Learning When to Say "No"

I knew there was a good chance I would get soaked. It had been raining off and on for the past 24 hours, and some heavy storms had blown through. In the 3.30am darkness, I struggled to find my leggings, my sneakers, my headlamp. I finally made it out the door (almost forgetting my key) and started up the music. First song? "Closer to Fine." I knew I had made the perfect choice. This morning I woke early, unable to find rest. I'd been asleep for just a few hours, but between the unexpected silence between rainstorms and the emptiness of my bed, I realized it was just better to get up and run. I'd been missing the feeling of wind against my face, of pushing my body further and harder, up the hill, around the corner, a little bit faster. So up I got, and out I went, into the thickness of a humid, black pre-dawn morning.

And then I came home. Four and a half miles later, wet and cold and sweaty, I came home.

And I slept.

It isn't every morning that I willingly get up and run. It isn't every day I admit that I am exhausted, and sore, and would really be better served by staying in bed. It isn't every night that I turn off the computer and quiet the radio, confessing that I'd sleep better in silence.

But today, a tiny piece of wisdom, something I could finally hear, dropped into my world from Amy Palko. It said:

"[T]his is a call to respect the void. Take some time to connect to the silence and don't fill it full with activity and noise. Just allow it to be. Some fallow time.

For this void is where everything is born, and you may just find that when you open up space in your life, the universe will fill it with precisely what will feel delicious!"

Finally.

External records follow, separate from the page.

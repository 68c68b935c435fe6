import { describe, expect, it } from 'vitest';
import { isUndetermined } from '../result.ts';
import e29 from '../testing/reference/astm-e29-methods.json' with { type: 'json' };
import zones from '../testing/reference/decision-rule-zones.json' with { type: 'json' };
import { compileLimits } from './compile-limits.ts';
import type { CompiledLimits, DecisionRule } from './compile-limits.ts';
import { evaluateReadings } from './evaluate-readings.ts';
import { acceptanceLimits, judgeReading } from './judge-reading.ts';

const LIMITS = { lower: '25.000', upper: '25.021' };
const guard = (proves: 'supplier' | 'customer', expandedUncertainty = '0.004'): DecisionRule => ({
  kind: 'guard-band',
  expandedUncertainty,
  proves,
});

describe('simple acceptance', () => {
  it.each(zones.inputs.rows.map(({ y }, index) => ({ y, expected: zones.expected.simple[index] })))(
    '25 H7: $y is to $expected',
    ({ y, expected }) => {
      const { verdict } = judgeReading(String(y), LIMITS);
      expect(verdict).toBe(expected === 'accept' ? 'in-tolerance' : 'out-of-tolerance');
    },
  );

  it('takes a reading equal to a limit as conforming, whatever zeros are written', () => {
    for (const text of ['25', '25.0', '25.000', '25.0000000', '25.021', '25.02100'])
      expect(judgeReading(text, LIMITS)).toMatchObject({ verdict: 'in-tolerance', value: text });
    expect(judgeReading('4.45', { lower: null, upper: '4.45' }).verdict).toBe('in-tolerance');
  });

  it('says how far beyond which limit a reading lies', () => {
    expect(judgeReading('25.0211', LIMITS)).toEqual({
      verdict: 'out-of-tolerance',
      value: '25.0211',
      deviationBeyond: '0.0001',
      beyond: 'upper',
    });
    expect(judgeReading('\u22120.5', LIMITS)).toEqual({
      verdict: 'out-of-tolerance',
      value: '-0.5',
      deviationBeyond: '25.500',
      beyond: 'lower',
    });
    expect(judgeReading('25.01', LIMITS)).toEqual({ verdict: 'in-tolerance', value: '25.01' });
  });

  it('does not measure text: a missing or unreadable reading is not 0', () => {
    expect(judgeReading(null, LIMITS)).toMatchObject({ verdict: 'not-measured', code: 'missing' });
    expect(judgeReading('', { lower: '-1', upper: '1' })).toMatchObject({
      verdict: 'not-measured',
      code: 'empty',
    });
    expect(judgeReading('OK', LIMITS)).toMatchObject({ verdict: 'not-measured', code: 'not-a-number' });
  });

  it('cannot decide with limits that cannot be used, and says why', () => {
    expect(judgeReading('1', { lower: '2', upper: '1' })).toMatchObject({
      verdict: 'undecided',
      code: 'limits-crossed',
    });
    expect(judgeReading('1', { lower: 'a', upper: '1' })).toMatchObject({
      verdict: 'undecided',
      code: 'lower-limit-unreadable',
    });
    expect(judgeReading('1', { lower: '0', upper: '1,5' })).toMatchObject({
      verdict: 'undecided',
      code: 'upper-limit-unreadable',
      reason:
        'The upper limit cannot be read. "1,5" has a comma: write the decimal sign as a point and leave groups out',
    });
    expect(judgeReading('1', { lower: null, upper: null })).toMatchObject({
      verdict: 'undecided',
      code: 'no-limits',
    });
    expect(judgeReading('1', { lower: '1', upper: '1.0' })).toMatchObject({ verdict: 'in-tolerance' });
  });

  it('does not take a natural bound for a limit: a value beyond it cannot be, so it is not decided', () => {
    const flatness = { lower: '0', upper: '0.05', naturalLower: true };
    expect(judgeReading('0', flatness).verdict).toBe('in-tolerance');
    expect(judgeReading('-0.001', flatness)).toMatchObject({
      verdict: 'undecided',
      code: 'beyond-natural-bound',
    });
    expect(judgeReading('-0.001', flatness)).not.toHaveProperty('deviationBeyond');
    expect(judgeReading('0.051', flatness)).toMatchObject({
      verdict: 'out-of-tolerance',
      deviationBeyond: '0.001',
    });
    const purity = { lower: '99.5', upper: '100', naturalUpper: true };
    expect(judgeReading('100.1', purity)).toMatchObject({
      verdict: 'undecided',
      code: 'beyond-natural-bound',
    });
    expect(judgeReading('99.4', purity)).toMatchObject({ verdict: 'out-of-tolerance', beyond: 'lower' });
    expect(
      judgeReading('0.3', { lower: '0', upper: '1', naturalLower: true, naturalUpper: true }),
    ).toMatchObject({ verdict: 'undecided', code: 'no-limits' });
  });
});

describe('guard bands in the sense of ISO 14253-1', () => {
  const VERDICTS: Record<string, string> = {
    'conformity proved': 'in-tolerance',
    'nonconformity proved': 'out-of-tolerance',
    'uncertainty zone': 'undecided',
  };

  it.each(
    zones.inputs.rows.map(({ y, U }, index) => ({ y, U, expected: zones.expected.iso14253[index] ?? '' })),
  )('25 H7 with U = $U: $y is $expected', ({ y, U, expected }) => {
    for (const party of ['supplier', 'customer'] as const) {
      const judged = judgeReading(String(y), LIMITS, guard(party, String(U)));
      expect(judged.verdict).toBe(VERDICTS[expected]);
      expect(judged.countsAgainst).toBe(expected === 'uncertainty zone' ? party : undefined);
    }
  });

  it('moves the acceptance limits inwards by U exactly', () => {
    const compiled = compileLimits(LIMITS, guard('supplier')) as CompiledLimits;
    const found = acceptanceLimits(compiled);
    expect(found).toEqual({ lower: '25.004', upper: '25.017' });
    expect([found.lower, found.upper].map(Number)).toEqual(zones.expected.acceptance_limits);
    expect(
      acceptanceLimits(
        compileLimits({ lower: null, upper: '1' }, guard('supplier', '0.1')) as CompiledLimits,
      ),
    ).toEqual({ lower: null, upper: '0.9' });
  });

  it('guards only limits, not natural bounds', () => {
    const flatness = { lower: '0', upper: '0.05', naturalLower: true };
    expect(judgeReading('0.001', flatness, guard('supplier', '0.01')).verdict).toBe('in-tolerance');
    expect(judgeReading('0.041', flatness, guard('supplier', '0.01'))).toMatchObject({
      verdict: 'undecided',
      code: 'within-uncertainty',
    });
    expect(judgeReading('0.06', flatness, guard('customer', '0.01'))).toMatchObject({
      verdict: 'undecided',
      deviationBeyond: '0.01',
    });
    expect(judgeReading('0.061', flatness, guard('customer', '0.01')).verdict).toBe('out-of-tolerance');
  });

  it('says who has not proved what, also exactly on a limit or a natural bound', () => {
    expect(judgeReading('25.021', LIMITS, guard('supplier'))).toEqual({
      verdict: 'undecided',
      value: '25.021',
      code: 'within-uncertainty',
      countsAgainst: 'supplier',
      reason: 'Within the uncertainty of a limit: the supplier has not proved that the value conforms',
    });
    expect(judgeReading('25.000', LIMITS, guard('customer'))).toEqual({
      verdict: 'undecided',
      value: '25.000',
      code: 'within-uncertainty',
      countsAgainst: 'customer',
      reason:
        'Within the uncertainty of a limit: the customer has not proved that the value does not conform',
    });
    const flatness = { lower: '0', upper: '0.005', naturalLower: true };
    const purity = { lower: '99.5', upper: '100', naturalUpper: true };
    for (const [text, limits] of [
      ['0', flatness],
      ['100', purity],
      ['99.4', purity],
    ] as const)
      expect(judgeReading(text, limits, guard('supplier', '0.6'))).toMatchObject({
        code: 'within-uncertainty',
      });
  });

  it('accepts nothing when the bands use up the tolerance, yet still refuses', () => {
    const compiled = compileLimits({ lower: '0', upper: '1' }, guard('supplier', '0.6')) as CompiledLimits;
    expect(compiled.acceptEmpty).toBe(true);
    expect(judgeReading('0.5', { lower: '0', upper: '1' }, guard('supplier', '0.6')).verdict).toBe(
      'undecided',
    );
    expect(judgeReading('1.61', { lower: '0', upper: '1' }, guard('supplier', '0.6')).verdict).toBe(
      'out-of-tolerance',
    );
    expect(judgeReading('0.5', { lower: '0', upper: '1' }, guard('supplier', '0.5')).verdict).toBe(
      'in-tolerance',
    );
    expect(
      evaluateReadings(['0.5', '1.61'], { lower: '0', upper: '1' }, guard('supplier', '0.6')),
    ).toMatchObject({ outIndexes: [1], undecidedCount: 1 });
  });

  it('refuses an uncertainty that is no number or negative', () => {
    expect(compileLimits(LIMITS, guard('supplier', 'k=2'))).toMatchObject({ code: 'uncertainty-unreadable' });
    expect(compileLimits(LIMITS, guard('supplier', '-0.004'))).toMatchObject({
      code: 'uncertainty-negative',
    });
    expect(compileLimits(LIMITS, guard('supplier', '0'))).toMatchObject({ acceptEmpty: false });
  });
});

describe('the two methods of ASTM E29', () => {
  it.each(e29.inputs.rows.map((row, index) => ({ ...row, expected: e29.expected.rows[index] })))(
    '$observed against $kind $spec',
    ({ spec, kind, observed, expected }) => {
      const limits = kind === 'max' ? { lower: null, upper: spec } : { lower: spec, upper: null };
      const absolute = judgeReading(observed, limits, { kind: 'simple', rounding: 'absolute' });
      const rounded = judgeReading(observed, limits, { kind: 'simple', rounding: 'e29' });
      expect(absolute.verdict === 'in-tolerance').toBe(expected?.absolute_conforms);
      expect(rounded.verdict === 'in-tolerance').toBe(expected?.rounding_conforms);
      expect(rounded).toMatchObject({ rounded: expected?.rounded, value: observed });
      expect(absolute).not.toHaveProperty('rounded');
      const sample = evaluateReadings([observed], limits, { kind: 'simple', rounding: 'e29' });
      expect(isUndetermined(sample) ? null : sample.worst).toBe(rounded.verdict);
    },
  );

  it('rounds to the finer of two limits, or to the decimals asked for', () => {
    const rule: DecisionRule = { kind: 'simple', rounding: 'e29' };
    expect(judgeReading('-0.4', { lower: '0', upper: '2.50' }, rule)).toMatchObject({
      verdict: 'out-of-tolerance',
      rounded: '-0.40',
    });
    expect(judgeReading('2.54', { lower: null, upper: '2.50' }, { ...rule, decimals: 1 })).toMatchObject({
      verdict: 'in-tolerance',
      rounded: '2.5',
    });
    expect(judgeReading('2.56', { lower: null, upper: '2.57' }, { ...rule, decimals: 1 })).toMatchObject({
      verdict: 'out-of-tolerance',
      rounded: '2.6',
      deviationBeyond: '0.03',
    });
    expect(judgeReading('2.44', { lower: '2.43', upper: null }, { ...rule, decimals: 1 })).toMatchObject({
      verdict: 'out-of-tolerance',
      rounded: '2.4',
    });
    expect(judgeReading('-2.45', { lower: '-2.4', upper: null }, rule)).toMatchObject({
      verdict: 'in-tolerance',
      rounded: '-2.4',
    });
    expect(judgeReading('-2.35', { lower: '-2.3', upper: null }, rule)).toMatchObject({
      verdict: 'out-of-tolerance',
      rounded: '-2.4',
    });
    expect(judgeReading('-1.24', { lower: null, upper: '-1.25' }, { ...rule, decimals: 1 }).verdict).toBe(
      'out-of-tolerance',
    );
    expect(judgeReading('26', { lower: '25.001', upper: null }, rule).verdict).toBe('in-tolerance');
    expect(compileLimits({ lower: '0', upper: '1' }, { ...rule, decimals: 60 })).not.toHaveProperty('code');
    for (const decimals of [-1, 1.5, 61, NaN])
      expect(compileLimits({ lower: '0', upper: '1' }, { ...rule, decimals })).toMatchObject({
        code: 'decimals-invalid',
      });
  });
});
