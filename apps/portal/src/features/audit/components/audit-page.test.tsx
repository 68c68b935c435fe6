import { screen, waitFor } from '@testing-library/react';
import userEvent from '@testing-library/user-event';
import { expect, it } from 'vitest';
import { fakeApi } from '../../../testing/fake-api.ts';
import { renderPage } from '../../../testing/render.tsx';
import { aSession } from '../../../testing/sessions.ts';
import { AuditPage } from './audit-page.tsx';

const event = (number: number) => ({
  number,
  at: '2026-12-01T10:00:00.000Z',
  actor: 'Mirela Haddow',
  organisation: 'Tarnfell Drives',
  action: 'person.changed',
  objectType: 'person',
  objectId: '6f1c0b6e-2f0f-4c39-9a53-9d1b6a1f0301',
  summary: `Act ${number}`,
  before: { maySign: false },
  after: { maySign: true },
  hash: 'a3f5'.repeat(16),
});

function open(sound: boolean) {
  const calls = fakeApi({
    'GET /api/audit': ({ query }) =>
      query.get('cursor') === null
        ? { items: [event(3), event(2)], nextCursor: 'next' }
        : { items: [event(1)], nextCursor: null },
    'GET /api/audit/verification': () =>
      sound
        ? { rows: 3, sound: true, firstBroken: null, reason: null }
        : { rows: 3, sound: false, firstBroken: 2, reason: 'The digest does not fit the content.' },
  });
  const page = renderPage(<AuditPage />, {
    at: '/audit',
    route: '/audit',
    session: aSession({ roles: ['administrator'] }),
  });
  return { calls, page };
}

it('turns pages through the address and shows an entry whole', async () => {
  const user = userEvent.setup();
  const { page } = open(true);
  await user.click(await screen.findByRole('button', { name: 'Details of entry 3' }));
  expect(screen.getByRole('dialog', { name: 'Entry 3: Act 3' })).toHaveTextContent('"maySign": true');
  await user.click(screen.getByRole('button', { name: 'Close' }));
  await user.click(screen.getByRole('button', { name: 'Next page' }));
  expect(await screen.findByText('Act 1')).toBeVisible();
  expect(page.address()).toBe('/audit?cursor=next');
  expect(screen.getByRole('link', { name: 'First page' })).toHaveAttribute('href', '/audit');
});

it('starts a search at the first page', async () => {
  const user = userEvent.setup();
  const { calls, page } = open(true);
  await user.click(await screen.findByRole('button', { name: 'Next page' }));
  await user.type(screen.getByLabelText('Search'), 'p');
  await waitFor(() => expect(page.address()).toBe('/audit?q=p'));
  expect(calls.at(-1)?.query.has('cursor')).toBe(false);
});

it('tells a sound chain from a broken one', async () => {
  const user = userEvent.setup();
  open(true);
  await user.click(await screen.findByRole('button', { name: 'Verify the chain' }));
  expect(await screen.findByText('The chain is sound')).toBeVisible();
});

it('names the entry where a chain breaks', async () => {
  const user = userEvent.setup();
  open(false);
  await user.click(await screen.findByRole('button', { name: 'Verify the chain' }));
  expect(await screen.findByRole('alert')).toHaveTextContent(
    'The chain is broken at entry 2The digest does not fit the content.',
  );
});
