import {
  addDecimals,
  compareDecimals,
  decimalOf,
  digitsAtScale,
  formatDecimal,
  multiplyDecimals,
  powerOfTen,
  subtractDecimals,
  toNumber,
} from '../decimal/decimal.ts';
import type { Decimal } from '../decimal/decimal.ts';
import { parseDecimal } from '../decimal/parse-decimal.ts';
import { integerSquareRoot } from '../decimal/ratio.ts';
import type { Undetermined } from '../result.ts';

/** A position as the diameter of the smallest zone that holds the axis or point. */
export interface PositionDiameter {
  readonly method: 'cylindrical zone, 2·√(dx² + dy²)' | 'spherical zone, 2·√(dx² + dy² + dz²)';
  /** The diameter rounded half up, three decimals beyond the deviations, exact where the root ends before. */
  readonly text: string;
  readonly exact: boolean;
  /** For drawing only. */
  readonly value: number;
  /** Exact square of the diameter: what a comparison with a limit uses. */
  readonly squared: Decimal;
}

const FOUR = decimalOf(4n);
const EXTRA_PLACES = 3;

/** Square root to `places` decimals at least, rounded half up or up, with the answer whether it is exact. */
function squareRoot(square: Decimal, places: number, up = false): { root: Decimal; exact: boolean } {
  const even = square.scale % 2 === 0 ? square.scale : square.scale + 1;
  const scale = Math.max(even / 2, places);
  const digits = digitsAtScale(square, even) * powerOfTen(2 * scale - even);
  const floor = integerSquareRoot(digits);
  const rest = digits - floor * floor;
  const away = up ? rest > 0n : rest > floor;
  return { root: { digits: away ? floor + 1n : floor, scale }, exact: rest === 0n };
}

/**
 * Position of an axis or point from its coordinate deviations, as a diameter: 2·√(dx² + dy²), with dz the spherical
 * zone 2·√(dx² + dy² + dz²). Deviations are decimal text in one unit, of either sign, measured from the basic location.
 *
 * The root is rarely a finite decimal, so the exact square is kept beside the text to be read: a comparison with a
 * limit compares squares (`comparePosition`). Source: ASME Y14.5-2018, ISO 1101:2017 (position, zone ⌀ and S⌀).
 * Undetermined where a deviation cannot be read.
 */
export function positionDiameter(dx: string, dy: string, dz?: string): PositionDiameter | Undetermined {
  const texts = dz === undefined ? [dx, dy] : [dx, dy, dz];
  let sum = decimalOf(0n);
  let places = 0;
  for (const text of texts) {
    const deviation = parseDecimal(text);
    if ('undetermined' in deviation) return deviation;
    places = Math.max(places, deviation.scale);
    sum = addDecimals(sum, multiplyDecimals(deviation, deviation));
  }
  const squared = multiplyDecimals(FOUR, sum);
  const { root, exact } = squareRoot(squared, places + EXTRA_PLACES);
  const shown = exact ? shorten(root, places) : root;
  return {
    method: dz === undefined ? 'cylindrical zone, 2·√(dx² + dy²)' : 'spherical zone, 2·√(dx² + dy² + dz²)',
    text: formatDecimal(shown),
    exact,
    value: Math.sqrt(toNumber(squared)),
    squared,
  };
}

function shorten(d: Decimal, places: number): Decimal {
  const extra = powerOfTen(d.scale - places);
  return d.digits % extra === 0n ? { digits: d.digits / extra, scale: places } : d;
}

/** Exact order of a position and a tolerance ≥ 0, by their squares: −1 inside, 0 on, 1 beyond the zone. */
export function comparePosition(position: PositionDiameter, tolerance: Decimal): -1 | 0 | 1 {
  return tolerance.digits < 0n
    ? 1
    : compareDecimals(position.squared, multiplyDecimals(tolerance, tolerance));
}

/**
 * How far a position lies beyond the zone, null inside or on it. Rounded up, three decimals beyond the finer of the
 * deviations and the tolerance, so that a position that is out never shows a distance of 0.
 */
export function positionBeyond(position: PositionDiameter, tolerance: Decimal): string | null {
  if (comparePosition(position, tolerance) <= 0) return null;
  const places = Math.max(position.squared.scale / 2, tolerance.scale);
  const { root, exact } = squareRoot(position.squared, places + EXTRA_PLACES, true);
  return formatDecimal(subtractDecimals(exact ? shorten(root, places) : root, tolerance));
}
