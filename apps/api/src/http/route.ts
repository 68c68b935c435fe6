import type { Permission } from '@trammel/shared/roles';
import type { Request, RequestHandler, Response } from 'express';
import type { z } from 'zod';
import type { Deed } from './deed.ts';
import type { ApiRouter } from './api-router.ts';

export type Method = 'get' | 'post' | 'put' | 'patch' | 'delete';
/** Who may call at all (of a list, whoever holds one); on which objects is settled where each object is loaded. */
export type RoutePermission = 'public' | 'signed-in' | Permission | readonly Permission[];

type Parsed<S> = S extends z.ZodType ? z.output<S> : undefined;

/** What a handler is given, read and checked. */
export interface Call<Who, Params, Query, Body, IfMatch> {
  readonly deed: Who extends 'public' ? Omit<Deed, 'actor'> : Deed;
  readonly params: Parsed<Params>;
  readonly query: Parsed<Query>;
  readonly body: Parsed<Body>;
  /** The version in If-Match, on routes that ask for it. */
  readonly version: IfMatch extends true ? number : undefined;
  readonly req: Request;
  readonly res: Response;
}

export interface RouteDefinition<
  Who extends RoutePermission,
  Params extends z.ZodType | undefined,
  Query extends z.ZodType | undefined,
  Body extends z.ZodType | undefined,
  Answer extends z.ZodType | 'nothing' | 'stream',
  IfMatch extends boolean | undefined,
> {
  readonly method: Method;
  /** Under /api, with `:name` for a parameter. */
  readonly path: string;
  readonly permission: Who;
  readonly summary: string;
  /** A parameter that does not fit its schema names nothing: 404, as for any unknown id. */
  readonly params?: Params;
  readonly query?: Query;
  readonly body?: Body;
  /** What may leave: fields the schema does not name are dropped. `stream`: the handler writes the answer itself. */
  readonly response: Answer;
  /** 200 unless said otherwise; 204 where the response is nothing. */
  readonly status?: 200 | 201 | 202;
  /** Demands Idempotency-Key; the handler must do its deed in `deed.transact`, whose result is the answer. */
  readonly idempotent?: true;
  /** Demands If-Match with the version read. */
  readonly ifMatch?: IfMatch;
  /** Larger than 1 MB only where a message needs it. */
  readonly bodyBytes?: number;
  /** Multipart reader; runs once the person was let in. */
  readonly upload?: RequestHandler;
  /** Large answers made by our own code are checked in tests only. */
  readonly checkAnswer?: 'always' | 'in-tests';
  /** Stricter than the general limit, counted by person or address. */
  readonly limit?: { readonly max: number; readonly seconds: number };
  readonly handler: (
    call: Call<Who, Params, Query, Body, IfMatch>,
  ) =>
    | Promise<Answer extends z.ZodType ? z.input<Answer> : void>
    | (Answer extends z.ZodType ? z.input<Answer> : void);
}

/** A route as the inventory, the API description and the 405 answer see it. */
export interface RouteRecord {
  readonly method: Method;
  readonly path: string;
  readonly permission: RoutePermission;
  readonly summary: string;
  readonly params: z.ZodType | undefined;
  readonly query: z.ZodType | undefined;
  readonly body: z.ZodType | undefined;
  readonly response: z.ZodType | 'nothing' | 'stream';
  readonly status: number;
  readonly idempotent: boolean;
  readonly ifMatch: boolean;
  readonly upload: RequestHandler | undefined;
  readonly bodyBytes: number | undefined;
  readonly checkAnswer: 'always' | 'in-tests';
  readonly limit: { readonly max: number; readonly seconds: number } | undefined;
  readonly handler: (call: never) => unknown;
}

/** Declares one route: who may, what goes in, what comes out. There is no other way to reach a handler under /api. */
export function route<
  const Who extends RoutePermission,
  Answer extends z.ZodType | 'nothing' | 'stream',
  Params extends z.ZodType | undefined = undefined,
  Query extends z.ZodType | undefined = undefined,
  Body extends z.ZodType | undefined = undefined,
  const IfMatch extends boolean | undefined = undefined,
>(router: ApiRouter, definition: RouteDefinition<Who, Params, Query, Body, Answer, IfMatch>): void {
  const record: RouteRecord = {
    method: definition.method,
    path: definition.path,
    permission: definition.permission,
    summary: definition.summary,
    params: definition.params,
    query: definition.query,
    body: definition.body,
    response: definition.response,
    status: definition.response === 'nothing' ? 204 : (definition.status ?? 200),
    idempotent: definition.idempotent ?? false,
    ifMatch: definition.ifMatch ?? false,
    upload: definition.upload,
    bodyBytes: definition.bodyBytes,
    checkAnswer: definition.checkAnswer ?? 'always',
    limit: definition.limit,
    handler: definition.handler,
  };
  router.add(record);
}
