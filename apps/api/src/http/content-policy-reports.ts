import express, { Router } from 'express';
import type { Logger } from 'pino';

/** Browsers tell here what the content policy stopped; only the directive and the blocked kind are noted. */
export function contentPolicyReports(log: Logger): Router {
  const router = Router();
  const reader = express.json({
    limit: 8192,
    type: ['application/csp-report', 'application/reports+json', 'application/json'],
  });
  router.post('/content-policy-reports', reader, (req, res) => {
    const report = (req.body as { 'csp-report'?: Record<string, unknown> } | undefined)?.['csp-report'];
    log.warn(
      {
        directive: String(report?.['violated-directive'] ?? '').slice(0, 100),
        blocked: String(report?.['blocked-uri'] ?? '').slice(0, 100),
      },
      'content policy stopped something',
    );
    res.status(204).end();
  });
  return router;
}
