import { addDecimals, compareDecimals, formatDecimal, subtractDecimals } from '../decimal/decimal.ts';
import type { Decimal } from '../decimal/decimal.ts';
import { parseDecimal } from '../decimal/parse-decimal.ts';
import { undetermined } from '../result.ts';
import type { Undetermined } from '../result.ts';
import { bonusTolerance, virtualCondition } from './bonus.ts';
import type { BonusInput } from './bonus.ts';
import { comparePosition, positionBeyond, positionDiameter } from './position.ts';
import type { PositionDiameter } from './position.ts';
import type { Verdict } from './verdict.ts';

/** Deviations from the basic location, as text. */
export interface CoordinateDeviations {
  readonly dx: string;
  readonly dy: string;
  readonly dz?: string;
}

/** One piece of a geometric row: its value (or its coordinate deviations), the stated tolerance and its size. */
export interface GeometricInput extends Partial<Omit<BonusInput, 'modifier'>> {
  /** The value as text: for position the zone diameter; or the coordinate deviations; null when not measured. */
  readonly reading: string | CoordinateDeviations | null;
  /** The stated geometric tolerance as text (the zone width or diameter), ≥ 0. */
  readonly tolerance: string;
  readonly modifier?: BonusInput['modifier'];
}

/** The verdict on a geometric row of one piece with the figures it rests on. */
export interface GeometricJudgement {
  readonly verdict: Verdict;
  readonly code?: 'size-missing' | 'size-out' | 'size-unreadable' | 'missing' | (string & {});
  readonly reason?: string;
  /** The value as text: as typed, or the diameter computed from deviations. */
  readonly value: string | null;
  /** Bonus and stated tolerance + bonus; null where the bonus cannot be told. */
  readonly bonus: string | null;
  readonly allowed: string | null;
  readonly deviationBeyond?: string;
  /** Whether the geometry alone is within the allowed tolerance, whatever the size. */
  readonly geometry: Verdict;
  readonly size: Verdict;
  /** Virtual condition at maximum material; null otherwise. */
  readonly virtualCondition: string | null;
  /** Least material virtual size; null otherwise. */
  readonly leastMaterialVirtualSize: string | null;
}

type Measured = { value: string; order(limit: Decimal): -1 | 0 | 1; beyond(limit: Decimal): string | null };

function measuredPosition(position: PositionDiameter): Measured {
  return {
    value: position.text,
    order: (limit) => comparePosition(position, limit),
    beyond: (limit) => positionBeyond(position, limit),
  };
}

function measure(reading: string | CoordinateDeviations): Measured | Undetermined {
  if (typeof reading !== 'string') {
    const position = positionDiameter(reading.dx, reading.dy, reading.dz);
    return 'undetermined' in position ? position : measuredPosition(position);
  }
  const value = parseDecimal(reading);
  if ('undetermined' in value) return value;
  if (value.digits < 0n)
    return undetermined('negative-geometry', 'A geometric deviation cannot be below 0: check the reading');
  return {
    value: formatDecimal(value),
    order: (limit) => compareDecimals(value, limit),
    beyond: (limit) => formatDecimal(subtractDecimals(value, limit)),
  };
}

function virtualSizes(input: GeometricInput, full: BonusInput) {
  const condition = virtualCondition({ ...full, tolerance: input.tolerance });
  const size = condition !== null && 'size' in condition ? condition.size : null;
  const maximum = full.modifier === 'MMC';
  return { virtualCondition: maximum ? size : null, leastMaterialVirtualSize: maximum ? null : size };
}

/**
 * Judges one piece against a geometric tolerance with its own bonus: in tolerance when value ≤ tolerance + bonus.
 *
 * The comparison is exact, for coordinate deviations by squares. A piece whose size is outside its limits fails
 * whatever its geometry (code `size-out`). With MMC or LMC and no size the row is undecided (code `size-missing`):
 * the bonus is never guessed. Datum shift is never added. A value equal to the allowed tolerance conforms.
 * Source: ASME Y14.5-2018; ISO 1101:2017; ISO 2692:2021. Undetermined when the stated tolerance cannot be read.
 */
export function judgeGeometric(input: GeometricInput): GeometricJudgement | Undetermined {
  const tolerance = parseDecimal(input.tolerance);
  if ('undetermined' in tolerance) return tolerance;
  if (tolerance.digits < 0n)
    return undetermined(
      'tolerance-negative',
      'The geometric tolerance is negative: enter its width or diameter',
    );
  const full: BonusInput = {
    modifier: input.modifier ?? 'RFS',
    feature: input.feature ?? 'hole',
    sizeLimits: input.sizeLimits ?? null,
    actualSize: input.actualSize ?? null,
  };
  const sizes = virtualSizes(input, full);
  const bonus = bonusTolerance(full);
  const known = 'undetermined' in bonus ? null : bonus;
  const allowed = known === null ? null : addDecimals(tolerance, known.bonus);
  const figures = {
    ...sizes,
    bonus: known?.bonusText ?? null,
    allowed: allowed && formatDecimal(allowed),
    size: known?.size ?? ('not-measured' as const),
  };
  if (input.reading === null)
    return {
      ...figures,
      verdict: 'not-measured',
      code: 'missing',
      reason: 'No reading is entered',
      value: null,
      geometry: 'not-measured',
    };
  const measured = measure(input.reading);
  if ('undetermined' in measured)
    return {
      ...figures,
      verdict: 'not-measured',
      code: measured.code,
      reason: measured.reason,
      value: null,
      geometry: 'not-measured',
    };
  const { value } = measured;
  if ('undetermined' in bonus)
    return {
      ...figures,
      verdict: 'undecided',
      code: bonus.code,
      reason: bonus.reason,
      value,
      geometry: 'undecided',
    };
  const limit = addDecimals(tolerance, bonus.bonus);
  const beyond = measured.order(limit) > 0 ? measured.beyond(limit) : null;
  const geometry: Verdict = beyond === null ? 'in-tolerance' : 'out-of-tolerance';
  const sizeOut = bonus.size === 'out-of-tolerance';
  return {
    ...figures,
    verdict: sizeOut ? 'out-of-tolerance' : geometry,
    value,
    geometry,
    ...(beyond === null ? {} : { deviationBeyond: beyond }),
    ...(sizeOut
      ? {
          code: 'size-out',
          reason: 'The size of this piece is outside its limits, so its geometry cannot pass',
        }
      : {}),
  };
}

Finally I could listen, could trust that sometimes it is okay to say no.

In the saying "no," we create space for the "yes."

For so long, I have been obsessed with the filling up, the cramming in, the hoarding, the collecting, the perpetual gathering. It seemed the only possible way to achieve my dreams (the ones I was actually strong enough to work toward) was to keep going, keep collecting, keep fighting. But what if all this fighting, all this pushing was really a pushing against, not a pushing toward?

These days, my world is filled with obsessing over my law school application. Something I no longer have any control over. And I mean, obsessing. As in, every waking moment I am not occupied with the task-at-hand, I am thinking about how I could have re-written this sentence or included that on my resume or perhaps taken the LSAT one more time before applications were due. Obsessing to the point of near-insanity.

And then I went running this morning. And somewhere between the second and third mile, the rubber-band of obsession snapped. I stopped, dead in my tracks, and exhaled. There is nothing more I can do. There is not another "yes" to be said in this moment. And, just like that (haha), everything shifted.

Today, I asked for support around being accepted to law school. Support from friends, family, lovers, strangers. Anyone who will hold the intention of my being accepted to law school at UW-Madison and beginning classes in the Fall of 2012. And now I let it go.

Setting the intention, doing the very best work I can, and then releasing it to the Universe. This is my work right now. Accepting when there is absolutely nothing left for me to say "yes" to. And being okay with that. Making space for the fields of possibility to rest, for the seeds to sprout, for the potential energy to build and burst forward (when it's ready).

How are you learning to say "no" today? And what "yes" does it create in your life?